D-Smart'ın Türk sineması kanallarının meyvelerini toplamaya devam ediyorum. Ömer Kavur filmografisi her zaman ilgimi çekmiştir. Zor durumda kalmış insan dramlarını psikolojik bir atmosferde ele almayı sever. Yolculuk temasını sık kullanır. Bir yere yeni gelmiş yabancı insan motifini de. "Amansız Yol"da benim televizyonda hep sonlarına denk geldiğim ve yıllardır izlemek istediğim bir filmdi. Benim sinemada çok sevdiğim iki özellik bu filmde mevcut. Birincisi yolculuk temalı bir film olması. İkincisi de bir arabanın (taşıtın) bir karakter gibi öne çıktığı bir film olması. Böyle bir liste yapmayı uzun zamandır planlıyorum ve yaptığımda "Amansız Yol"daki Volvo tırı bu listeye koyacağım.
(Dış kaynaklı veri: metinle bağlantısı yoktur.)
"""Tests for fitcore.session: versioned JSON sessions, atomic saving, recovery files.

The data below are invented for the tests. Exact float round-trips rely on JSON
numbers written with Python's shortest round-trip repr (common practice; Python's
float repr is documented to round-trip).
"""
from __future__ import annotations

import json
import math
import os
import random
import signal
import subprocess
import sys
import textwrap
import time
from pathlib import Path

import numpy as np
import pytest

import fitcore
from fitcore import session as S
from fitcore.session import (
    Exclusion,
    Method,
    Session,
    SessionError,
    load_session,
    save_session,
)

ROOT = Path(__file__).resolve().parents[2]


def _fit():
    return fitcore.fit


def demo_session(n=12, seed=1):
    rng = np.random.default_rng(seed)
    x = np.linspace(0.0, 5.0, n)
    # awkward floats on purpose: their decimal form is long
    y = 3.0 * np.exp(-x / 1.7) + 0.25 + rng.normal(0, 0.02, n)
    y[4] += 0.8  # a gross outlier
    sigma = np.full(n, 0.02) + x * 1e-3
    s = Session(
        x=x, y=y, sigma=sigma,
        names={"x": "Time", "y": "Signal", "sigma": "u(Signal)"},
        units={"x": "s", "y": "mV"}, source_file="run3.csv", source_sha256="ab" * 32,
        columns={"x": "Time", "y": "Signal", "sigma": "u(Signal)", "sheet": None},
        method=Method(model="A*exp(-x/tau) + C", model_kind="formula", loss="huber",
                      fixed={}, p0={"A": 3.0, "tau": 1.5, "C": 0.2}, sigma_mode="absolute"),
    )
    s.exclude(4, "air bubble seen in the cell", time="2025-01-31T10:14:02+00:00")
    return s


# ============================================================================ round trip
def test_round_trip_is_exact(tmp_path):
    s = demo_session()
    s.x[1] = 0.1 + 0.2
    s.y[2] = math.nan
    s.sigma[3] = math.inf
    s.y[5] = -math.inf
    s.y[6] = 5e-324  # smallest subnormal
    s.y[7] = 1.7976931348623157e308
    p = save_session(tmp_path / "a.ballast", s)
    t = load_session(p)
    for a, b in ((s.x, t.x), (s.y, t.y), (s.sigma, t.sigma)):
        assert a.tobytes() == b.tobytes() or np.array_equal(a, b, equal_nan=True)
        assert np.array_equal(a, b, equal_nan=True)
    assert t.exclusions == [Exclusion(4, "air bubble seen in the cell",
                                      "2025-01-31T10:14:02+00:00")]
    assert t.method == s.method
    assert t.names == s.names and t.units == s.units and t.columns == s.columns
    assert t.source_file == "run3.csv" and t.source_sha256 == "ab" * 32
    assert t.ballast_version == fitcore.__version__
    # the file is standard JSON: no NaN/Infinity literals, non-finite values as strings
    doc = json.loads(p.read_text(), parse_constant=lambda c: pytest.fail(f"literal {c}"))
    assert doc["format"] == "ballast-session" and doc["version"] == 1
    assert doc["data"]["y"][2] == "nan" and doc["data"]["sigma"][3] == "inf"
    assert doc["data"]["y"][5] == "-inf"
    assert doc["exclusions"][0]["index"] == 4


def test_created_time_is_iso8601(tmp_path):
    p = save_session(tmp_path / "a.ballast", demo_session())
    t = load_session(p)
    from datetime import datetime

    assert datetime.fromisoformat(t.created).tzinfo is not None


def test_builtin_model_with_options_round_trips(tmp_path):
    s = demo_session()
    s.method = Method(model="polynomial", model_options={"degree": 3}, loss="cauchy",
                      scale=0.05, alpha=None, tuning=2.3849, fixed={"c0": 0.0},
                      p0=[0.0, 1.0, 0.0, 0.0], sigma_mode="relative")
    t = load_session(save_session(tmp_path / "b.ballast", s))
    assert t.method == s.method


def test_python_model_cannot_be_saved(tmp_path):
    s = demo_session()
    s.method = s.method.with_(model_kind="python")
    with pytest.raises(SessionError, match="cannot be saved"):
        save_session(tmp_path / "c.ballast", s)
    assert not (tmp_path / "c.ballast").exists()


def test_mismatched_lengths():
    with pytest.raises(SessionError, match="must match"):
        Session(x=[1, 2, 3], y=[1, 2])


def test_exclude_and_restore():
    s = demo_session()
    s.exclude(2, "first")
    s.exclude(2, "second")  # replaces, no duplicates
    assert [e.index for e in s.exclusions].count(2) == 1
    assert s.reasons()[2] == "second"
    assert s.excluded.sum() == 2
    s.restore(2)
    assert s.excluded.sum() == 1
    with pytest.raises(IndexError):
        s.exclude(99)


# ============================================================================ bad files
def _write(tmp_path, text, name="bad.ballast"):
    p = tmp_path / name
    p.write_text(text, encoding="utf-8")
    return p


def _good_doc():
    return S.session_to_dict(demo_session(n=6))


def test_not_json(tmp_path):
    with pytest.raises(SessionError, match="not valid JSON"):
        load_session(_write(tmp_path, "this is not json"))


def test_truncated_file(tmp_path):
    text = json.dumps(_good_doc())
    with pytest.raises(SessionError, match="cut short"):
        load_session(_write(tmp_path, text[: len(text) // 2]))


def test_binary_garbage(tmp_path):
    p = tmp_path / "bin.ballast"
    p.write_bytes(bytes(range(256)) * 4)
    with pytest.raises(SessionError, match="not UTF-8|not valid JSON"):
        load_session(p)


def test_missing_file(tmp_path):
    with pytest.raises(SessionError, match="does not exist"):
        load_session(tmp_path / "nope.ballast")


def test_wrong_format_tag(tmp_path):
    doc = _good_doc()
    doc["format"] = "some-other-program"
    with pytest.raises(SessionError, match="not a Ballast session.*format tag"):
        load_session(_write(tmp_path, json.dumps(doc)))
    del doc["format"]
    with pytest.raises(SessionError, match="no 'format' tag"):
        load_session(_write(tmp_path, json.dumps(doc)))
    with pytest.raises(SessionError, match="not an object"):
        load_session(_write(tmp_path, "[1, 2, 3]"))


def test_newer_version(tmp_path):
    doc = _good_doc()
    doc["version"] = 3
    with pytest.raises(SessionError) as err:
        load_session(_write(tmp_path, json.dumps(doc)))
    assert "made by a newer Ballast (format 3); this version reads up to 1" in str(err.value)


@pytest.mark.parametrize("mutate, match", [
    (lambda d: d.pop("data"), "lacks the field 'data'"),
    (lambda d: d["data"].pop("y"), "lacks the field 'data.y'"),
    (lambda d: d["method"].pop("loss"), "lacks the field 'method.loss'"),
    (lambda d: d["data"].__setitem__("x", "1,2,3"), "'data.x' should be a list"),
    (lambda d: d["data"]["x"].__setitem__(1, "12abc"), r"'data.x\[1\]' should be a number"),
    (lambda d: d["data"]["x"].__setitem__(1, True), r"'data.x\[1\]' should be a number"),
    (lambda d: d["data"]["y"].pop(), "data.x has 6 values but data.y has 5"),
    (lambda d: d.__setitem__("version", "1"), "version should be a whole number"),
    (lambda d: d["method"].__setitem__("scale", -2), "'method.scale' should be 'auto'"),
    (lambda d: d["method"].__setitem__("model", {"formula": "x", "builtin": "line"}),
     "either a 'builtin' model or a 'formula'"),
    (lambda d: d["exclusions"].append({"index": 99}), "only 6 points"),
    (lambda d: d["exclusions"].append({"index": 1.5}), "should be a whole number"),
    (lambda d: d.__setitem__("exclusions", [{"index": 1}, {"index": 1}]), "excluded twice"),
    (lambda d: d["method"].__setitem__("sigma_mode", "sometimes"), "sigma_mode"),
    (lambda d: d.__setitem__("result", {"param_names": ["a"], "values": [1, 2],
                                        "stderr": [1], "covariance": [[1]]}),
     "'result.values' has 2 entries"),
])
def test_bad_fields_have_plain_messages(tmp_path, mutate, match):
    doc = _good_doc()
    mutate(doc)
    with pytest.raises(SessionError, match=match) as err:
        load_session(_write(tmp_path, json.dumps(doc)))
    assert str(err.value).startswith("bad.ballast:")  # names the file


def test_deep_nesting_is_an_error_not_a_crash(tmp_path):
    text = '{"format": "ballast-session", "version": 1, "data": ' + "[" * 100000 + "]" * 100000 + "}"
    with pytest.raises(SessionError):
        load_session(_write(tmp_path, text))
Katıksız bir kaybeden dramı olmasının yanında, "Amansız Yol" aynı zamanda iyi de bir psikolojik gerilim. Uğur Dikmen tarafından bestelenen kişilikli tema müziği de bu gerilimi yaratan unsurlardan biri. Başarılı takip sahneleri de cabası. Filmin artıları saymakla bitmiyor. O yılların Urfa, Mardin ve Diyarbakır'ından çok başarılı sokak görüntüleri var. Yolculuk yapmak gibi yol filmlerini de işte bu yüzden seviyorum. Her görülen şey insana bir şeyler katıyor. Klasik maço çiğliğinden sıyrılmış, zaafları olan bir rolde görünen Kadir İnanır ve baştan aşağı yetenek olan Zuhal Olcay filmde iyi bir elektrik yakalıyorlar. Filmin en büyük eksiği elbetteki inandırıcılığı nakavt eden dublaj olayı. Öyle ki adamlar fragmanda bile başrol erkek sesi konuşturmuşlar.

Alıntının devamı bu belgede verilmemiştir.